The base oil used may be any of a variety of lubricating viscosities. The base oil of lubricating viscosity used in such a composition may be a mineral oil or a synthetic oil. Base oils with a viscosity of at least 2.5 cSt at 40 ° C. and a pour point of less than 20 ° C., preferably 0 ° C. or less are desirable. Base oils can be derived from synthetic or natural sources. Examples of the mineral oil used as the base oil in the present invention include paraffinic, naphthenic and other oils that are usually used in lubricating oil compositions. Synthetic oils include, for example, both hydrocarbon synthetic oils and synthetic esters having a desired viscosity and mixtures thereof. Examples of the hydrocarbon synthetic oil include an oil produced by polymerization of ethylene, a polyalphaolefin or PAO oil, or a hydrocarbon synthetic method using carbon monoxide gas and hydrogen gas as in the Fischer-Tropsch process. Oil can be mentioned. Synthetic hydrocarbon oils that can be used include alpha olefin liquid polymers having the proper viscosity. Particularly useful are hydrogenated liquid oligomers of C ₆ -C ₁₂ alpha olefins such as 1-decene trimer. Similarly, alkylbenzenes of appropriate viscosity, such as didodecylbenzene, can be used. Synthetic esters that can be used include esters of monocarboxylic and polycarboxylic acids with monohydroxyalkanols and polyols. Representative examples include didodecyl adipate, pentaerythritol tetracaproate, di-2-ethylhexyl adipate, and dilauryl sebacate. Complex esters made from mixtures of mono and dicarboxylic acids and mono and dihydroxy alkanols can also be used. A blend of mineral and synthetic oils can also be used.

  Thus, the base oil may be a refined paraffinic base oil, a refined naphthenic base oil, or a synthetic or non-hydrocarbon oil of lubricating viscosity. The base oil may be a mixture of mineral oil and synthetic oil.
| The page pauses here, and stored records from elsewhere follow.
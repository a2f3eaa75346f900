import { fitLine, type Segment, type TimeRange } from './geometry';
import { cannot, type Derived, determined, shown } from './outcome';
import { NaturalSpline } from './spline';
import { cvFromTime, T90, TAYLOR_FACTOR } from './time-factors';
import { type PreparedReadings, type TimePoint, timesWithin } from './time-readings';

export interface RootTimeChoice {
  /** the readings the initial straight line is fitted to (a steward's choice), minutes */
  fitRangeMin?: TimeRange;
}

export interface RootTimeConstruction {
  cvM2PerYear: number;
  t90Min: number;
  /** corrected zero: the initial line at √t = 0 */
  d0Mm: number;
  d90Mm: number;
  /** d0 + (d90 − d0)/0.9 */
  d100Mm: number;
  drainagePathMm: number;
  /** straight on the √t chart */
  initialLine: Segment<TimePoint>;
  /** from d0 with abscissae TAYLOR_FACTOR times the initial line's; straight on the √t chart */
  factoredLine: Segment<TimePoint>;
  fitPoints: TimePoint[];
  fitRange: TimeRange;
  chosenBy: 'auto' | 'person';
}

/** common practice (our own rule): the straight part is taken from readings within the first half of the change */
const EARLY_SHARE = 0.5;
/** common practice (our own rule): scatter about the initial line above this share of the change is noise */
const MAX_SCATTER = 0.03;

/**
 * cv by Taylor's root-time method (Taylor 1948, Fundamentals of Soil Mechanics; UFC 3-220-10 §5-5.3.4.1,
 * Fig. 5-21; ASTM D2435/D2435M): deformation against √t; a straight line through the early readings gives
 * the corrected zero d0 at √t = 0; a second line from d0 with abscissae TAYLOR_FACTOR (≈ 1.15) times larger
 * cuts the readings at t90 (see `crossing`); cv = T90·Hdr²/t90 with T90 from the exact series.
 */
export function taylorRootTime(
  prepared: PreparedReadings,
  drainagePathMm: number,
  choice: RootTimeChoice = {},
): Derived<RootTimeConstruction> {
  const { times, y } = prepared;
  const yFirst = y[0] as number;
  const yLast = y[y.length - 1] as number;
  const fitIndices = choice.fitRangeMin
    ? timesWithin(prepared, choice.fitRangeMin)
    : y.flatMap((v, i) => (v - yFirst <= EARLY_SHARE * (yLast - yFirst) ? [i] : []));
  if (fitIndices.length < 3) {
    const why = choice.fitRangeMin ? 'the chosen range holds' : 'the first half of the change has';
    return cannot(
      'cvRootTime',
      'too-few-points',
      `${why} ${fitIndices.length} reading(s); the initial straight line needs 3 (read early: 0.1, 0.25, 0.5, 1 min).`,
    );
  }
  const roots = times.map(Math.sqrt);
  const fit = fitLine(
    fitIndices.map((i) => roots[i] as number),
    fitIndices.map((i) => y[i] as number),
  );
  if (!(fit.slope > 0)) return cannot('cvRootTime', 'no-intersection', 'the early readings do not rise with √t.');
  if (fit.rmsResidual > MAX_SCATTER * prepared.changeMm) {
    return cannot(
      'cvRootTime',
      'too-noisy',
      `the early readings scatter by ${shown(fit.rmsResidual)} mm about their straight line.`,
    );
  }
  const d0 = fit.intercept;
  const factoredSlope = fit.slope / TAYLOR_FACTOR;
  const root = crossing(roots, y, d0, factoredSlope, fitIndices.at(-1) as number);
  if (root === null)
    return cannot('cvRootTime', 'incomplete', 'the readings never reach the 1.15 line: they end before 90 % consolidation.');
  const t90Min = root * root;
  const d90 = d0 + factoredSlope * root;
  const reach = Math.max(root * 1.3, Math.sqrt(times[Math.min(times.length - 1, (fitIndices.at(-1) as number) + 1)] as number));
  const at = (r: number, slope: number) => prepared.toPoint(r * r, d0 + slope * r);
  return determined({
    cvM2PerYear: cvFromTime(T90, drainagePathMm, t90Min),
    t90Min,
    d0Mm: prepared.sign * d0,
    d90Mm: prepared.sign * d90,
    d100Mm: prepared.sign * (d0 + (d90 - d0) / 0.9),
    drainagePathMm,
    initialLine: { from: at(0, fit.slope), to: at(reach, fit.slope) },
    factoredLine: { from: at(0, factoredSlope), to: at(reach, factoredSlope) },
    fitPoints: fitIndices.map((i) => prepared.toPoint(times[i] as number, y[i] as number)),
    fitRange: { fromMin: times[fitIndices[0] as number] as number, toMin: times[fitIndices.at(-1) as number] as number },
    chosenBy: choice.fitRangeMin ? 'person' : 'auto',
  });
}

/**
 * The first √t after reading `from` (the end of the straight part) where the readings fall from above the
 * factored line to on or below it: bracketed between two readings, then found by bisection on a natural
 * cubic spline through the readings in √t.
 */
function crossing(roots: readonly number[], y: readonly number[], d0: number, slope: number, from: number): number | null {
  const spline = new NaturalSpline(roots, y);
  const gap = (r: number) => spline.at(r).y - (d0 + slope * r);
  for (let i = from + 1; i < roots.length; i++) {
    let lo = roots[i - 1] as number;
    let hi = roots[i] as number;
    if (!(gap(lo) > 0 && gap(hi) <= 0)) continue;
    for (let k = 0; k < 60; k++) {
      const mid = (lo + hi) / 2;
      if (gap(mid) > 0) lo = mid;
      else hi = mid;
    }
    return (lo + hi) / 2;
  }
  return null;
}
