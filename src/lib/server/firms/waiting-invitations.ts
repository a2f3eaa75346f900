import { type FirmRole, isFirmRole } from '../../permissions/roles';
import type { AppServices } from '../app-services';
import type { ResolvedIdentity } from '../auth/resolve-actor';
import { inTenantTransaction, NO_TENANT } from '../tenancy/tenant-transaction';
import { openInvitationsFor } from './firm-repository';

export interface WaitingInvitation {
  id: string;
  firmName: string;
  role: FirmRole;
  expiresAt: Date;
}

/** Invitations waiting for the signed-in person's (confirmed) address, for their start page. */
export async function waitingInvitations(app: Pick<AppServices, 'db'>, identity: ResolvedIdentity): Promise<WaitingInvitation[]> {
  const rows = await inTenantTransaction(app.db, NO_TENANT, (trx) => openInvitationsFor(trx, identity.user.email));
  return rows.flatMap((row) => (isFirmRole(row.role) ? [{ ...row, role: row.role }] : []));
}
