import { type CompressionCurve, type CurveState, loadingStates } from './compression-curve';
import type { StressRange } from './geometry';
import { cannot, type Derived, determined, shown } from './outcome';
import { distinctStresses, fitSlope, type SlopeFit, withinRange } from './slope-fit';

export interface CompressionIndexChoice {
  /** the stresses whose first-loading points define the virgin line (a steward's choice) */
  range?: StressRange;
}

/** points in the steepest window (common practice: three points define a straight virgin line) */
const WINDOW = 3;
/** common practice (our own rule): a virgin line is at least twice as steep as the flattest part before it */
export const MIN_VIRGIN_STEEPENING = 2;
/** common practice (our own rule): scatter about the virgin line above this share of its void-ratio span is noise */
export const MAX_VIRGIN_SCATTER = 0.08;

/**
 * Cc, the steepest slope of the first-loading (virgin) e–log σ′ curve: the least-squares line through
 * the three consecutive first-loading points that give the steepest slope (the first such when several
 * tie), or through the points of a range a person chose, with the range reported. Cc = −Δe/Δlog10 σ′ (Terzaghi & Peck; UFC 3-220-10
 * Fig. 3-12 and Eq. 5-11). Refused when the loading goes backwards, when fewer than three first-loading
 * points exist, when the steepest part is at the very start or not clearly steeper than the part before
 * it (no virgin branch), or when the points scatter about the line.
 */
export function compressionIndex(curve: CompressionCurve, choice: CompressionIndexChoice = {}): Derived<SlopeFit> {
  const problem = curve.problems.find((p) => p.branch !== 'unloading');
  if (problem) return cannot('cc', 'goes-backwards', `${problem.message}.`);
  const loading = loadingStates(curve);
  if (choice.range) {
    const chosen = withinRange(loading, choice.range);
    if (distinctStresses(chosen) < 2) {
      return cannot(
        'cc',
        'too-few-points',
        `the chosen range ${rangeText(choice.range)} holds ${chosen.length} first-loading point(s); choose one with at least 2.`,
      );
    }
    return determined(fitSlope(chosen, 'person'));
  }
  const window = steepestWindow(loading);
  if (!window.ok) return window;
  const fit = window.value.fit;
  const span = Math.abs(fit.segment.from.voidRatio - fit.segment.to.voidRatio);
  if (fit.rmsResidual > MAX_VIRGIN_SCATTER * span) {
    return cannot(
      'cc',
      'too-noisy',
      `the points of the steepest part (${rangeText(fit.range)}) scatter by ${shown(fit.rmsResidual)} in e about their line.`,
    );
  }
  return determined(fit);
}

/** The steepest three-point window of first loading, checked to be a virgin line that follows a flatter part. */
export function steepestWindow(loading: readonly CurveState[]): Derived<{ fit: SlopeFit; start: number }> {
  if (loading.length < WINDOW) {
    return cannot(
      'cc',
      'too-few-points',
      `the test has ${loading.length} first-loading point(s); at least ${WINDOW} are needed.`,
    );
  }
  let best: { fit: SlopeFit; start: number } | null = null;
  for (let start = 0; start + WINDOW <= loading.length; start++) {
    const fit = fitSlope(loading.slice(start, start + WINDOW), 'auto');
    if (!best || fit.value > best.fit.value * (1 + 1e-9)) best = { fit, start };
  }
  if (!best || !(best.fit.value > 0))
    return cannot('cc', 'no-virgin-branch', 'the void ratio does not fall with increasing load.');
  if (best.start === 0) {
    return cannot(
      'cc',
      'no-virgin-branch',
      `the curve is steepest at the start of loading (${rangeText(best.fit.range)}), so it shows no bend into a virgin line.`,
    );
  }
  let flattest = Number.POSITIVE_INFINITY;
  for (let i = 1; i <= best.start; i++) {
    const a = loading[i - 1] as CurveState;
    const b = loading[i] as CurveState;
    flattest = Math.min(flattest, (a.voidRatio - b.voidRatio) / Math.log10(b.stressKpa / a.stressKpa));
  }
  if (best.fit.value < MIN_VIRGIN_STEEPENING * flattest) {
    return cannot(
      'cc',
      'no-virgin-branch',
      `the steepest part (slope ${shown(best.fit.value)} over ${rangeText(best.fit.range)}) is less than ${MIN_VIRGIN_STEEPENING} times the slope before it (${shown(flattest)}); the loading may stop before yield, or the sample is disturbed.`,
    );
  }
  return { ok: true, value: best };
}

/** common practice (our own rule): a point is on the virgin line when within a tenth of a virgin step of it */
const ON_LINE_SHARE = 0.1;

/**
 * The index of the first first-loading point on the virgin line: from the start of the steepest window,
 * earlier points are taken while each lies within ON_LINE_SHARE of Cc × its step in log σ′ of the line.
 */
export function virginStart(loading: readonly CurveState[], window: { fit: SlopeFit; start: number }): number {
  const { line, value: cc } = window.fit;
  let start = window.start;
  while (start > 1) {
    const a = loading[start - 1] as CurveState;
    const b = loading[start] as CurveState;
    const offLine = Math.abs(a.voidRatio - (line.slope * Math.log10(a.stressKpa) + line.intercept));
    if (offLine > ON_LINE_SHARE * cc * Math.log10(b.stressKpa / a.stressKpa)) break;
    start--;
  }
  return start;
}

export function rangeText(range: StressRange): string {
  return `${shown(range.fromKpa)}–${shown(range.toKpa)} kPa`;
}
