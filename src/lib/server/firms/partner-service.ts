import type { PartnerIdentity } from '../../contracts/firms';
import { API_KEY_GRANTS, grantList } from '../../permissions/roles';
import type { AppServices } from '../app-services';
import type { FirmKeyCaller } from '../auth/firm-key';
import { NotFoundError } from '../errors';
import { firmScope } from '../tenancy/scope';
import { inTenantTransaction } from '../tenancy/tenant-transaction';
import { findFirm } from './firm-repository';

/** For partner scripts: the firm a key belongs to, and the grants of a firm key (roles.ts). */
export async function describeKeyCaller(app: Pick<AppServices, 'db'>, caller: FirmKeyCaller): Promise<PartnerIdentity> {
  const firm = await inTenantTransaction(app.db, firmScope(caller.firmId), (trx) => findFirm(trx, caller.firmId));
  if (!firm) throw new NotFoundError('The firm of this API key no longer exists.');
  return {
    firm: { id: firm.id, name: firm.name },
    key: { id: caller.keyId, name: caller.keyName },
    may: grantList(API_KEY_GRANTS),
  };
}
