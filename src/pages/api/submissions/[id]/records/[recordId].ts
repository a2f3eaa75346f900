import { recordCorrectionSchema } from '../../../../../lib/contracts/submissions';
import { editReturnedRecord } from '../../../../../lib/server/contribute/edit-record';
import { contributorOf } from '../../../../../lib/server/http/acting';
import { requirePermission } from '../../../../../lib/server/http/guards';
import { readParams, uuidParam } from '../../../../../lib/server/http/params';
import { BODY_LIMIT_BYTES } from '../../../../../lib/server/http/read-body';
import { handleApi, json, readJsonBody } from '../../../../../lib/server/http/respond';

export const prerender = false;

/** Corrects a record of a returned submission (values in SI units, checked like an upload row). */
export const PATCH = handleApi(async (context, app) => {
  const identity = await requirePermission(context, 'submission', 'create');
  const { id, recordId } = readParams(context, { id: uuidParam, recordId: uuidParam });
  const body = await readJsonBody(context.request, recordCorrectionSchema, BODY_LIMIT_BYTES.recordCorrection);
  return json(await editReturnedRecord(app, contributorOf(context, identity), id, recordId, body.values));
});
(F) Concentrates Lubricating oil concentrates are also conceivable. These concentrates are usually from about 90% to about 10%, preferably from about 90% to about 50% by weight of oil of lubricating viscosity and from about 10% to about 90% by weight of the final post-treatment described above. Contains the finished succinimide. In general, the concentrate contains sufficient diluent to facilitate handling during shipping and storage. Suitable diluents for the concentrate include any inert diluent, preferably an oil of lubricating viscosity, whereby the concentrate can be easily mixed with the lubricating oil to produce a lubricating oil composition. Although any lubricating viscosity oil can be used, the viscosity of a suitable lubricating oil that can be used as a diluent is generally from about 35 to about 500 Saybolt Universal Viscosity (SUS) at 100 ° F. (38 ° C.). It is in the range.

(G) Other Additives In one aspect of the present invention, the following additive components are some examples of components that can be preferably used in a lubricating oil composition.

  Examples of these additives are provided to illustrate the present invention and are not intended to limit the present invention.

1) Metal detergents Sulfurized or unsulfurized alkyl or alkenyl phenates, alkyl or alkenyl aromatic sulfonates, borated sulfonates, sulfurized or unsulfurized metal salts of polyhydroxyalkyl or alkenyl aromatic compounds, alkyl or alkenyl hydroxy aroma Sulfonates, sulfurized or unsulfurized alkyl or alkenyl naphthenates, metal salts of alkanolic acids, metal salts of alkyl or alkenyl polyacids, and chemical and physical mixtures thereof.

2) Antioxidants Antioxidants reduce the tendency of oils to deteriorate when exposed to oxygen and heat. Evidence of this degradation is in the formation of sludge and varnish deposits, increased oil viscosity and increased corrosion or wear. Examples of antioxidants that can be used in the present invention include, but are not limited to, phenolic (phenolic) antioxidants such as 4,4′-methylene-bis (2,6-di-tert). -Butylphenol), 4,4'-bis (2,6-di-tert-butylphenol), 4,4'-bis (2-methyl-6-tert-butylphenol), 2,2'-methylene-bis (4 -Methyl-6-tert-butylphenol), 4,4'-butylidene-bis (3-methyl-6-tert-butylphenol), 4,4'-isopropylidene-bis (2,6-di-tert-butylphenol) 2,2′-methylene-bis (4-methyl-6-nonylphenol), 2,2′-isobutylidene-bis (4,6-dimethylphenol), 2,2′-5-methylene Bis (4-methyl-6-cyclohexylphenol), 2,6-di-tert-butyl-4-methylphenol, 2,6-di-tert-butyl-4-ethylphenol, 2,4-dimethyl-6 tert-butylphenol, 2,6-di-tert-1-dimethylamino-p-cresol, 2,6-di-tert-4- (N, N′-dimethylaminomethylphenol), 4,4′-thiobis ( 2-methyl-6-tert-butylphenol), 2,2′-thiobis (4-methyl-6-tert-butylphenol), bis (3-methyl-4-hydroxy-5-tert-10-butylbenzyl) -sulfide And bis (3,5-di-tert-butyl-4-hydroxybenzyl). Diphenylamine type antioxidants include, but are not limited to, alkylated diphenylamine, phenyl-alpha-naphthylamine, and alkylated alpha-naphthylamine. Sulfur-containing antioxidants include ashless sulfides and polysulfides, metal dithiocarbamates (eg, zinc dithiocarbamate), and 15-methylenebis (dibutyldithiocarbamate). Phosphorus compounds, especially alkyl phosphites, sulfur / phosphorus compounds, and copper compounds can also be used as antioxidants.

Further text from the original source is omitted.